Viștea (Alsóvist) is a commune in Brașov County, Transylvania, Romania. It is composed of five villages: Olteț (Besimbák), Rucăr (Ruckersdorf; Rukkor), Viștea de Jos (the commune center), Viștea de Sus (Felsővist) and Viștișoara (Kisvist). It also included Drăguș village until 2004, when it was split off to form a separate commune.

==Geography==
The commune is located at the western edge of Brașov County, in the central part of the Țara Făgărașului region, at the foot of the Făgăraș Mountains. The administrative center of the commune is in Viștea de Jos, situated on the DN1 road, 20 km west of Făgăraș and 55 km east of Sibiu.

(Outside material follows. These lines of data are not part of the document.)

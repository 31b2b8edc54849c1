"""The sheets of one card, written alike for a single card and for each card of a segmented
model (one home, so the two workbooks cannot drift apart)."""

from __future__ import annotations

from scorecard.outputs.workbook import bins_sheet, calculator, sheets, stability_sheet

CARD_SHEETS = ("Characteristics", "Bins", "Model", "Points", "Score bands", "Stability",
               "Calculator")


def write_card_sheets(ws: dict, result, **calculator_options) -> None:
    """Fill ``ws`` (each name of :data:`CARD_SHEETS` -> its worksheet) from one card's build
    ``result``; ``calculator_options`` go to :func:`calculator.write_calculator`."""
    sheets.write_characteristics(ws["Characteristics"], result)
    bins_sheet.write_bins(ws["Bins"], result)
    sheets.write_model(ws["Model"], result)
    points_header, _ = sheets.write_points(ws["Points"], result)
    sheets.write_score_bands(ws["Score bands"], result)
    limits = result.config.stability
    stability_sheet.write_stability(ws["Stability"], result.stability,
                                    watch=limits.watch, shift=limits.shift)
    calculator.write_calculator(ws["Calculator"], result.card, points_header,
                                **calculator_options)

Viștea is traversed east to west by the Olt River, which passes through the villages of Viștea de Jos, Olteț, and Rucăr. The Viștea River is formed by two tributaries, Viștea Mare and Viștișoara; it crosses the villages of Viștișoara and Viștea de Sus and discharges into the Olt in Viștea de Jos. The Viștea hydropower plant (14.2 MW) is located on the Olt; it produces electricity and regulates the course of the river.

==Demographics==

At the 2011 census, the commune had 2,026 inhabitants, of which 87.8% were Romanians and 12% Roma. At the 2021 census, Viștea had a population of 2,198; of those, 69.34% were Romanians and 18.43% Roma.